We’re here checking out LG’s media preview event, and so far, there are no surprises to be had here. LG’s Daniel Hernandez is on stage as I write this talking about all of the phones that the company has already announced these past few weeks.
Of course, we’re not just here to listen — we’re here to play! And on that note, how could I resist playing with the giant little Optimus Vu.
Two words immediately spring to mind when you pick up the Optimus Vu: “Holy cow.”
When you see the specs on a sheet of paper (or on a blog, as the case may be), the screen immediately seems like the stand-out feature, but it’s not until you actually get the darned thing in your hands that you realize how truly massive it feels. Because of the 5-inch IPS display’s 4:3 aspect ratio, the Optimus Vu just seems like too much phone for one hand — my left thumb could only just barely graze the screen’s right edge.
That said, it’s surprisingly comfortable when held Game Boy-style; that is, with both hands. Its thin (8.5mm) waistline also makes for a very light device, though it’s probably bound to draw comparisons with Samsung’s own Galaxy Note.
Despite the giant screen potentially hampering usage for people with smaller mitts, the device was very snappy — not a hiccup in sight. As a Gingerbread device, it doesn’t pack the sort of visual flair that Android 4.0 brings to the table, but LG’s custom UI seems more responsive and less intrusive than before. I’d probably chalk that up to the 1.5GHz processor
For better or worse, the stylus seems like sort of an afterthought: it’s nowhere near as smart as Samsung’s S-Pen, mostly because it’s just a regular stylus with a capacitive nib. Users can tap a small button on the device’s top left corner to take a screenshot over which they can doodle, but the noveltly seems to wear off pretty quickly.

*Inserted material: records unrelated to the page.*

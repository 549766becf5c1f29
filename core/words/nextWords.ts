import { shown } from './plain.ts';

/** What is said about planning further readings. */
export const nextWords = {
  order: (low: number, high: number): string =>
    `low must not be above high, but low is ${shown(low)} and high is ${shown(high)}.`,
  needsRule: (argument: 'u_y' | 'u_x'): string =>
    `${argument} must be a number or a text like 2%${argument === 'u_y' ? ', equal, proportional or nothing' : ''} to plan a reading, but it is a range, which says nothing of a new reading.`,
  nowhere: (low: number, high: number, law: string): string =>
    `There is no place from ${shown(low)} to ${shown(high)} where a reading would tell more: ${law} has no value there that depends on its constants.`,
  target: (target: number): string => `The target uncertainty must be above 0, but it is ${shown(target)}.`,
  noScatter: (name: string): string =>
    `How many readings ${name} needs cannot be said yet: there is no scatter to judge by.`,
  knownLimit: (name: string, target: number, limit: number): string =>
    `No number of readings brings the standard uncertainty of ${name} to ${shown(target)}: the known constants alone contribute ${shown(limit)}.`,
};
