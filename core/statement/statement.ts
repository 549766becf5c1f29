import type { ConstantEstimate, Fit } from '../fit/fit.ts';
import { cautionOf } from '../law/catalogue.ts';
import { Problem } from '../problem.ts';
import { fitWords } from '../words/fitWords.ts';
import { type StatedResult, statementWords } from '../words/statementWords.ts';
import { bracketForm, type Rounding, rounded, roundingFor, withPower } from './rounding.ts';

/** An uncertainty that is rounding, relative to the value. */
const ROUNDING = 1e-12;

/**
 * A result as one sentence to paste: the value rounded to its uncertainty, the standard uncertainty with two significant
 * digits, the coverage interval, the readings, the law and the method; a second sentence where the law calls for
 * caution. With `style=brackets` the compact form `k = 0.0412(13) 1/h`.
 * @param constant name of a constant that the fit settles or derives
 * @param unit unit of the constant, or the empty string
 * @throws Problem `argument` for another name
 * @see JCGM 100:2008, 7.2.2 to 7.2.6
 */
export function statement(fit: Fit, constant: string, unit: string): string {
  const estimate = fit.constants.find(({ name }) => name === constant);
  if (estimate === undefined) {
    const names = fit.constants.map(({ name }) => name);
    throw new Problem('argument', 'name', fitWords.unknownConstant(constant, names));
  }
  const inUnit = unit.trim() === '' ? '' : ` ${unit.trim()}`;
  const { value, standardUncertainty } = estimate;
  const certain =
    !(standardUncertainty > ROUNDING * Math.abs(value)) || standardUncertainty === Number.POSITIVE_INFINITY;
  const rounding = roundingFor(value, certain ? Number.NaN : standardUncertainty);
  const shownValue = withPower(certain ? plainDigits(value, rounding) : rounded(value, rounding), rounding);
  if (fit.settings.options.style === 'brackets') {
    return certain
      ? statementWords.bracketsAlone(constant, `${shownValue}${inUnit}`)
      : statementWords.brackets(constant, `${bracketForm(value, standardUncertainty)}${inUnit}`);
  }
  const result: StatedResult = {
    name: constant,
    value: `${shownValue}${inUnit}`,
    standardUncertainty: certain
      ? null
      : `${withPower(rounded(standardUncertainty, rounding), rounding)}${inUnit}`,
    interval: intervalOf(estimate, rounding, inUnit),
    probability: 100 * fit.coverage.probability,
    factor: fit.coverage.factor,
    distribution: fit.coverage.distribution,
    degreesOfFreedom: fit.coverage.degreesOfFreedom,
    readings: (fit.direct === null ? fit.used : fit.taking).length,
    law: fit.law.name === '' ? fit.law.equation : `${fit.law.name}, ${fit.law.equation}`,
    method: methodOf(fit),
    setAside: setAsideCount(fit),
  };
  const sentence = certain
    ? statementWords.noUncertainty(result, reasonFor(fit, standardUncertainty))
    : statementWords.sentence(result);
  const caution = cautionOf(fit.law);
  return caution === null ? sentence : `${sentence} ${caution}`;
}

/** Why there is no uncertainty to state. */
function reasonFor({ coverage }: Fit, standardUncertainty: number): 'few' | 'exact' | 'beyond' {
  if (!(coverage.degreesOfFreedom > 0)) return 'few';
  return Number.isFinite(standardUncertainty) ? 'exact' : 'beyond';
}

/** Six significant digits without trailing zeros. */
function plainDigits(value: number, rounding: Rounding): string {
  const text = rounded(value, rounding);
  return text.includes('.') ? text.replace(/\.?0+$/, '') : text;
}

function intervalOf(
  { low, high }: ConstantEstimate,
  rounding: Rounding,
  inUnit: string,
): StatedResult['interval'] {
  if (!(Number.isFinite(low) && Number.isFinite(high))) return null;
  const end = (value: number): string => withPower(rounded(value, rounding), rounding);
  return { low: end(low), high: end(high), unit: inUnit };
}

/** Readings that take no part at all: those beside the line still count in a direct fit. */
function setAsideCount({ direct, setAside }: Fit): number {
  return direct === null
    ? setAside.length
    : setAside.filter(({ reason }) => reason !== 'outsideDomain').length;
}

/** How the constants were found, in words. */
function methodOf({ law, form, settings, direct }: Fit): string {
  const { response, predictor } = law;
  const { spreadY, spreadX, options, known } = settings;
  const parts: string[] = [];
  if (direct === null) parts.push(statementWords.line(form.plot, form.against));
  else if (form.trials.length > 0) parts.push(statementWords.trial(response, form.trials));
  else parts.push(statementWords.direct(response));
  switch (spreadY.kind) {
    case 'none':
      parts.push(statementWords.equalWeights());
      break;
    case 'equal':
      parts.push(direct === null ? statementWords.equalScatter(response) : statementWords.equalWeights());
      break;
    case 'proportional':
      parts.push(statementWords.proportionalScatter(response));
      break;
    default:
      parts.push(
        spreadX.kind === 'none'
          ? statementWords.stated(response)
          : statementWords.statedBoth(response, predictor),
      );
  }
  if (options.intercept === 'held' && direct === null && !form.proportional)
    parts.push(statementWords.held());
  if (known.size > 0) {
    parts.push(
      statementWords.known(
        [...known].map(([name, { value, standardUncertainty }]) =>
          statementWords.knownItem(name, value, standardUncertainty),
        ),
      ),
    );
  }
  if (options.interval === 'montecarlo' && direct === null) parts.push(statementWords.simulated());
  return parts.join(', ');
}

It’s easy to bash the Optimus Vu as a Galaxy Note knock-off, and unimpressive inclusions the like the stylus don’t exactly help its case. Still, LG’s rather odd design choices at least means they were looking to bring a fresh spin to a market that was only just born. Whether or not that translate into actual sales isn’t quite clear (my instincts say no), but LG could do worse than to try something bold.